_WHAT YOU HAVE TO DO:_
Reproduce all the entries exactly.

_SUPPLIED DATA:_
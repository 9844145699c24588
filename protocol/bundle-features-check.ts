/** Whether the sections of the kinds with random features agree with the bundle around them. */
import type { DrivenTensors, FeatureTensors } from './bundle-features.ts';
import { ProtocolError } from './errors.ts';
import { checkTensor, type TensorType } from './tensor.ts';

const QUANTISED: readonly TensorType[] = ['i8', 'i16'];
const FLOATS: readonly TensorType[] = ['f32', 'f64'];

/** What a section is held against. */
export interface SectionAround {
  readonly channels: number;
  readonly signals: number;
  /** r; 0 where there is no linear section. */
  readonly basis: number;
  /** d; 0 likewise. */
  readonly order: number;
}

const refuse = (path: string, what: string): never => {
  throw new ProtocolError('schema', `bundle document: ${path}: ${what}`, { details: { path } });
};

/**
 * Refuses a section `features` that disagrees.
 *
 * shapes  as FeatureTensors
 * throws  ProtocolError 'schema' or 'tensor' naming the field, expected and got
 */
export const checkFeatures = (section: FeatureTensors, { channels, signals, basis, order }: SectionAround): void => {
  const { count, states, channels: values, lags, scale, projection, offset, readout } = section;
  if (states > order) refuse('features.states', `expected at most the ${order} states there are, got ${states}`);
  for (const [k, channel] of values.entries()) {
    const least = k === 0 ? 0 : values[k - 1]! + 1;
    if (channel < least || channel >= channels) {
      refuse(`features.channels[${k}]`, `expected a channel from ${least} to ${channels - 1}, got ${channel}`);
    }
  }
  for (const [k, lag] of lags.entries()) {
    if (k > 0 && lag <= lags[k - 1]!) refuse(`features.lags[${k}]`, `expected a lag above ${lags[k - 1]}, got ${lag}`);
  }
  const seen = states + values.length * (1 + lags.length);
  if (seen === 0) refuse('features.states', 'expected at least one state or channel, got none');
  if (scale.length !== seen) refuse('features.scale', `expected ${seen} numbers, got ${scale.length}`);
  const corrections = projection.rows;
  if (corrections === 0) refuse('features.projection', 'expected at least one row, got none');
  checkTensor(projection, corrections, order + count, QUANTISED, 'features.projection');
  checkTensor(offset, corrections, 1, FLOATS, 'features.offset');
  checkTensor(readout, signals * basis, corrections, QUANTISED, 'features.readout');
};

/**
 * Refuses a section `driven` that disagrees.
 *
 * shapes  as DrivenTensors
 * throws  ProtocolError 'schema' or 'tensor' naming the field, expected and got
 */
export const checkDriven = (section: DrivenTensors, { channels, signals }: SectionAround): void => {
  const { members, hidden, features, sensor, fadeDecays, meanDecays } = section;
  const inputs = channels - signals;
  if (inputs === 0) refuse('driven', 'expected at least one input among the channels, got none');
  const states = signals + hidden;
  checkTensor(section.linear, members * states, states + inputs + 1, QUANTISED, 'driven.linear');
  checkTensor(section.gain, members * states, features, QUANTISED, 'driven.gain');
  checkTensor(section.start, members * hidden, channels + 1, QUANTISED, 'driven.start');
  const [fades, means] = [fadeDecays.length, meanDecays.length];
  checkTensor(section.deviation, signals * fades, 1 + means, QUANTISED, 'driven.deviation');
  checkTensor(section.inputs, inputs * fades, 1 + means, QUANTISED, 'driven.inputs');
  if (sensor.length !== signals) refuse('driven.sensor', `expected ${signals} pairs, got ${sensor.length}`);
  for (const [i, [low, high]] of sensor.entries()) {
    if (!(low < high)) refuse(`driven.sensor[${i}]`, `expected low below high, got [${low}, ${high}]`);
  }
};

_ANSWER TO THIS EXERCISE:_
repository 9844145699c24588
filename protocol/bundle-features-check.ts
/** Whether the sections of the kinds with random features agree with the bundle around them. */
import type { DrivenTensors, FeatureTensors } from './bundle-features.ts';
import { ProtocolError } from './errors.ts';
import { checkTensor, type TensorType } from './tensor.ts';

const QUANTISED: readonly TensorType[] = ['i8', 'i16'];
const FLOATS: readonly TensorType[] = ['f32', 'f64'];

/** What a section is held against. */
export interface SectionAround {
  readonly channels: number;
  readonly signals: number;
  /** r; 0 where there is no linear section. */
  readonly basis: number;
  /** d; 0 likewise. */
  readonly order: number;
}

const refuse = (path: string, what: string): never => {
  throw new ProtocolError('schema', `bundle document: ${path}: ${what}`, { details: { path } });
};

/**
 * Refuses a section `features` that disagrees.
 *
 * shapes  as FeatureTensors
 * throws  ProtocolError 'schema' or 'tensor' naming the field, expected and got
 */
export const checkFeatures = (section: FeatureTensors, { channels, signals, basis, order }: SectionAround): void => {
  const { count, states, channels: values, lags, scale, projection, offset, readout } = section;
  if (states > order) refuse('features.states', `expected at most the ${order} states there are, got ${states}`);
  for (const [k, channel] of values.entries()) {
    const least = k === 0 ? 0 : values[k - 1]! + 1;
    if (channel < least || channel >= channels) {
      refuse(`features.channels[${k}]`, `expected a channel from ${least} to ${channels - 1}, got ${channel}`);
    }
  }
  for (const [k, lag] of lags.entries()) {
    if (k > 0 && lag <= lags[k - 1]!) refuse(`features.lags[${k}]`, `expected a lag above ${lags[k - 1]}, got ${lag}`);
  }
  const seen = states + values.length * (1 + lags.length);
  if (seen === 0) refuse('features.states', 'expected at least one state or channel, got none');
  if (scale.length !== seen) refuse('features.scale', `expected ${seen} numbers, got ${scale.length}`);
  const corrections = projection.rows;
  if (corrections === 0) refuse('features.projection', 'expected at least one row, got none');
  checkTensor(projection, corrections, order + count, QUANTISED, 'features.projection');
  checkTensor(offset, corrections, 1, FLOATS, 'features.offset');
  checkTensor(readout, signals * basis, corrections, QUANTISED, 'features.readout');
};

/**
 * Refuses a section `driven` that disagrees.
 *
 * shapes  as DrivenTensors
 * throws  ProtocolError 'schema' or 'tensor' naming the field, expected and got
 */
export const checkDriven = (section: DrivenTensors, { channels, signals }: SectionAround): void => {
  const { members, hidden, features, sensor, fadeDecays, meanDecays } = section;
  const inputs = channels - signals;
  if (inputs === 0) refuse('driven', 'expected at least one input among the channels, got none');
  const states = signals + hidden;
  checkTensor(section.linear, members * states, states + inputs + 1, QUANTISED, 'driven.linear');
  checkTensor(section.gain, members * states, features, QUANTISED, 'driven.gain');
  checkTensor(section.start, members * hidden, channels + 1, QUANTISED, 'driven.start');
  const [fades, means] = [fadeDecays.length, meanDecays.length];
  checkTensor(section.deviation, signals * fades, 1 + means, QUANTISED, 'driven.deviation');
  checkTensor(section.inputs, inputs * fades, 1 + means, QUANTISED, 'driven.inputs');
  if (sensor.length !== signals) refuse('driven.sensor', `expected ${signals} pairs, got ${sensor.length}`);
  for (const [i, [low, high]] of sensor.entries()) {
    if (!(low < high)) refuse(`driven.sensor[${i}]`, `expected low below high, got [${low}, ${high}]`);
  }
};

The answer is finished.